SrcMatch: A Biomarker-to-Inhibitor Pairing Tool for Src-Driven Cancers
SrcMatch: A Biomarker-to-Inhibitor Pairing Tool for Src-Driven Cancers
Six different Src inhibitors showed highly heterogeneous efficacy across OSCC cell lines, with sensitivity correlated to which oncogenic signaling pathways were active — suggesting that pathway activation profile, not just Src expression, should drive drug selection.
The fundamental insight from this study is that Src inhibitor failure isn't random — it's predictable from the tumor's oncogenic signaling context.
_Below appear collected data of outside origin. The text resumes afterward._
// The Freeman–Halton exact test: the probability, given both margins, of all tables no more
// probable than the observed one.
//
// Under independence with fixed margins a table has probability
//     P = K · ∏ 1/x_ij!,   K = ∏ R_i! ∏ C_j! / n!.
// Tables are built one column at a time (a "network", after Mehta & Patel 1983): after k
// columns, all that matters for the rest is the multiset of row totals still to fill, so partial
// tables meet in shared nodes keyed by those totals, sorted. Each node keeps the distinct "past"
// values (log ∏ 1/x! of the filled columns) that reach it, with their multiplicity (arrivals are
// merged into the values already there through a hash over the values; see NodePasts).
//
// Three devices keep the work small:
// - Bounds. For every node the largest and smallest "future" value over all completions is known
//   (a dynamic programme over the same network). A past whose every completion is no more probable
//   than the observed table adds the total mass of its completions in closed form,
//       Σ over completions of ∏ 1/x! = S! / (∏ r_i! ∏ c_j!)   (remaining totals r, c; S = Σ r),
//   and a past none of whose completions qualify is dropped.
// - Meeting in the last two columns. With two columns left a fill of the first fixes the second,
//   so a node's futures are one short sorted list with prefix sums of their probabilities. The
//   pasts arriving there are never stored one by one: each parent's sorted list of pasts arrives
//   as a whole, shifted by the weight of the column fill, and every past is settled by a binary
//   search over the futures.
// - Symmetry. Rows are the smaller side of the table, so node keys are short (packed into 128
//   bits); a column fill is enumerated once per distinct arrangement over rows with equal
//   remaining totals, weighted by the number of arrangements, since those reach the same node
//   with the same value.
//
// The work cap (ExactLimits) holds throughout: every vector and hash-map node the algorithm keeps
// is counted in bytes before it is allocated, and the clock is read every few thousand steps of
// every loop whose length is not already bounded by the memory counted. And a table that cannot
// finish within the cap is refused as soon as that shows, not when the cap is reached: each stage
// counts its work before doing it, and a forecast of the time still needed (and of the memory
// the last stage's futures will hold) is checked against what is left (see "The forecast" below;
// bench/exact_refusal_validation.cpp measures how early it refuses and that it does not refuse
// tables that would finish).
#include "freeman_halton.hpp"

#include <algorithm>
#include <chrono>
#include <cmath>
#include <cstdint>
#include <ctime>
#include <functional>
#include <limits>
#include <new>
#include <string>
#include <tuple>
#include <unordered_map>
#include <vector>

#include "assoc/error.hpp"
#include "assoc/format.hpp"
#include "exact_limits.hpp"

namespace assoc::detail {
namespace {

constexpr double minus_infinity = -std::numeric_limits<double>::infinity();

// Remaining row totals, largest first, packed `bits` bits each into 128 bits.
struct NodeKey {
    std::uint64_t low = 0, high = 0;
    friend bool operator==(const NodeKey& a, const NodeKey& b) { return a.low == b.low && a.high == b.high; }
};

struct NodeKeyHash {
    std::size_t operator()(const NodeKey& key) const {
        return std::hash<std::uint64_t>{}(key.low ^ (key.high * 0x9E3779B97F4A7C15ull + 0x632BE59BD9B4E019ull));
    }
};

struct Past {
    double log_value;  // log ∏ 1/x! over the filled columns
    double mass;       // number of partial tables with this value (merged values weighted exactly)
};

struct Bounds {
    double largest;   // max over completions of log ∏ 1/x!
    double smallest;  // min over completions
};

// The futures of a node with two columns left: sorted values, and for each position the log of
// the summed probability mass Σ mass·exp(value) of it and all smaller values.
struct FutureList {
    std::vector<double> log_values;
    std::vector<double> masses;
    std::vector<double> log_prefix_mass;
    // The same prefix masses divided by the total, for sums that need no exp per term.
    std::vector<double> prefix_share;
    double log_range() const { return log_prefix_mass.back() - log_prefix_mass.front(); }
};

// Number of values in values[0, end) that are ≤ limit, given that it is at most `end`: a
// galloping search down from `end`, cheap when the answer is close to it.
std::size_t count_up_to(const std::vector<double>& values, std::size_t end, double limit) {
    std::size_t step = 1;
    while (end > 0 && values[end - 1] > limit) {
        const std::size_t low = end > step ? end - step : 0;
        if (values[low] > limit) {
            end = low;
            step *= 2;
        } else {
            return static_cast<std::size_t>(
                std::upper_bound(values.begin() + static_cast<std::ptrdiff_t>(low + 1),
                                 values.begin() + static_cast<std::ptrdiff_t>(end), limit) - values.begin());
        }
    }
    return end;
}

// Sum of exp(terms) without overflow or underflow.
class LogSum {
public:
    void add(double log_term) {
        if (log_term == minus_infinity) return;
        if (log_term <= largest_) {
            sum_ += std::exp(log_term - largest_);
        } else {
            sum_ = sum_ * std::exp(largest_ - log_term) + 1.0;
            largest_ = log_term;
        }
    }
    double value() const { return sum_ == 0 ? 0.0 : std::exp(largest_ + std::log(sum_)); }

private:
    double largest_ = minus_infinity;
    double sum_ = 0.0;
};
SrcMatch would be a web tool that takes a tumor's molecular profile (gene expression or mutation data) as input and predicts which Src inhibitors are most likely to be active, based on compiled preclinical sensitivity data across cell lines and tumor types.
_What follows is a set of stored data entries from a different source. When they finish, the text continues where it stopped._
def offices_notes(s):
    value = lambda cell: s.cells(cell).getValue()  # noqa: E731
    design, assembly = value("D13"), value("D14")
    expect(value("B18") < 0.05 and value("B19") > 1, "pooled, Design is significantly favoured")
    expect(value("B21") > 0.05 and value("D21") < 1, "within offices the odds ratio is below 1, not significant")
    expect(value("B22") > 0.05, "one odds ratio fits every office")
    expect(value("E27") > 2 and value("E35") > 2, "Design staff and promotions both concentrate in Northgate")
    s.text("A45", "Reading the results", "Assoc section")
    s.notes("A46", [
        "Pooled over the four offices, Design staff were promoted more often than Assembly staff "
        f"({percent(design, 1)} against {percent(assembly, 1)}; odds ratio {fixed(value('B19'), 2)}, "
        f"{p_text(value('B18'))}). Office by office the difference vanishes and even turns slightly the other way: "
        f"the Mantel–Haenszel common odds ratio is {fixed(value('D21'), 2)} (95% limits {fixed(value('E21'), 2)} to "
        f"{fixed(value('F21'), 2)}, {p_text(value('B21'))}), and one common odds ratio fits every office "
        f"(Breslow–Day {p_text(value('B22'))}).",
        "Why: Design staff work mostly in Northgate, where promotion rates are high for everyone (sections 4 and 5: "
        "orange cells have more people than independence predicts, purple cells fewer). Pooling mixes the office "
        "effect into the comparison of departments. This reversal is known as Simpson's paradox.",
        "Which comparison answers your question is a judgement: comparing within offices removes the office "
        "effect, but other differences that the table does not record may remain.",
        "Cautions: an association is not proof of cause. Small samples and many tests mislead: at the 5% level "
        "about one test in twenty is 'significant' by chance alone. For decisions about people a significant "
        "result is not proof of discrimination, and a non-significant one is not proof of fairness. Follow "
        "applicable law and policy, and seek qualified advice.",
    ], width=165)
The tool would aggregate published Src inhibitor sensitivity data (IC50s, response rates) across cancer cell lines and correlate them with upstream pathway activation signatures. Users — researchers or eventually clinicians — could input their tumor's RNA-seq or mutation profile and receive a ranked prediction of which inhibitors to try first, with supporting evidence from matched cell lines.
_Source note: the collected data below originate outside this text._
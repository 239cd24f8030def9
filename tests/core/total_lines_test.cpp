// Totals and percentages inside a range of counts: labelled totals set aside, unlabelled sums refused,
// percentages and shares refused, what stays ambiguous doubted (never "Sound").
#include <gtest/gtest.h>

#include <string>
#include <vector>

#include "assoc/count_table.hpp"
#include "assoc/goodness_of_fit.hpp"
#include "assoc/ordinal_test.hpp"
#include "assoc/paired_tests.hpp"
#include "assoc/rates.hpp"
#include "assoc/statistics.hpp"
#include "assoc/trend_test.hpp"
#include "assoc/validity.hpp"
#include "test_support.hpp"

using namespace assoc;
using assoc::test::expect_error;
using assoc::test::grid;
using assoc::test::table;

namespace {

bool contains(const std::string& text, const std::string& part) { return text.find(part) != std::string::npos; }

// Invented: promotions by department of a fictional company, the same table with and without totals.
CellGrid without_totals() { return grid({{"", "Promoted", "Not promoted"}, {"Sales", 30, 45}, {"Legal", 10, 80}}); }

}  // namespace

// Exact identity: setting the total row and column aside leaves the table without them.
TEST(TotalLines, ALabelledTotalRowAndColumnGiveTheSameTestAsTheTableWithoutThem) {
    const CountTable with = read_count_table(grid({{"Dept / Outcome", "Promoted", "Not promoted", "Total"},
                                                   {"Sales", 30, 45, 75},
                                                   {"Legal", 10, 80, 90},
                                                   {"Total", 40, 125, 165}}));
    const CountTable without = read_count_table(without_totals());
    EXPECT_EQ(with.counts().values(), without.counts().values());
    EXPECT_EQ(independence_test(with, Method::pearson).p_value, independence_test(without, Method::pearson).p_value);
    ASSERT_EQ(with.set_aside_rows().size(), 1u);
    EXPECT_EQ(with.set_aside_rows()[0].why, SetAside::Why::total);
    EXPECT_TRUE(with.doubts().empty());
    const std::string summary = check_validity(with).summary();
    EXPECT_EQ(summary.rfind("Sound:", 0), 0u) << summary;
    EXPECT_TRUE(contains(summary, "The row \"Total\" is a total and was set aside. The column \"Total\" is a total and "
                                  "was set aside."))
        << summary;
}

TEST(TotalLines, KnowsTheWordsForATotalInSeveralLanguagesInAnyCase) {
    for (const char* word : {"TOTAL", "Totals", "Grand total", "Total:", "total staff", "Subtotal", "Sum", "All",
                             "Summe", "Gesamt", "Insgesamt", "Somme", "Totale", "Totaal", "Totalt", "Suma", "Razem",
                             "Σ", "∑"}) {
        const CountTable read = read_count_table(grid({{"", "Yes", "No"}, {"North", 5, 9}, {"South", 7, 3}, {word, 12, 12}}));
        EXPECT_EQ(read.rows(), 2u) << word;
        EXPECT_EQ(read.set_aside_rows().size(), 1u) << word;
    }
}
An initial version could be built using publicly available datasets (CCLE, GDSC) that already contain Src inhibitor sensitivity data alongside molecular profiles, without requiring new experiments. This would immediately be useful for lab groups studying Src-driven cancers beyond OSCC, including other head and neck cancers, breast cancer, and colorectal cancer.
Who Is This For?
Cancer researchers studying kinase inhibitors, computational biologists, and translational oncologists planning combination therapy studies.
Skills & Tools Needed
- Python/R data analysis
- CCLE/GDSC database access and parsing
- Machine learning for biomarker-drug correlation
- Web frontend development
- Basic pharmacology and cancer signaling knowledge
Feasibility
medium — Public datasets provide a strong starting point; the main challenge is building a statistically robust correlation model with enough cell line coverage for reliable predictions.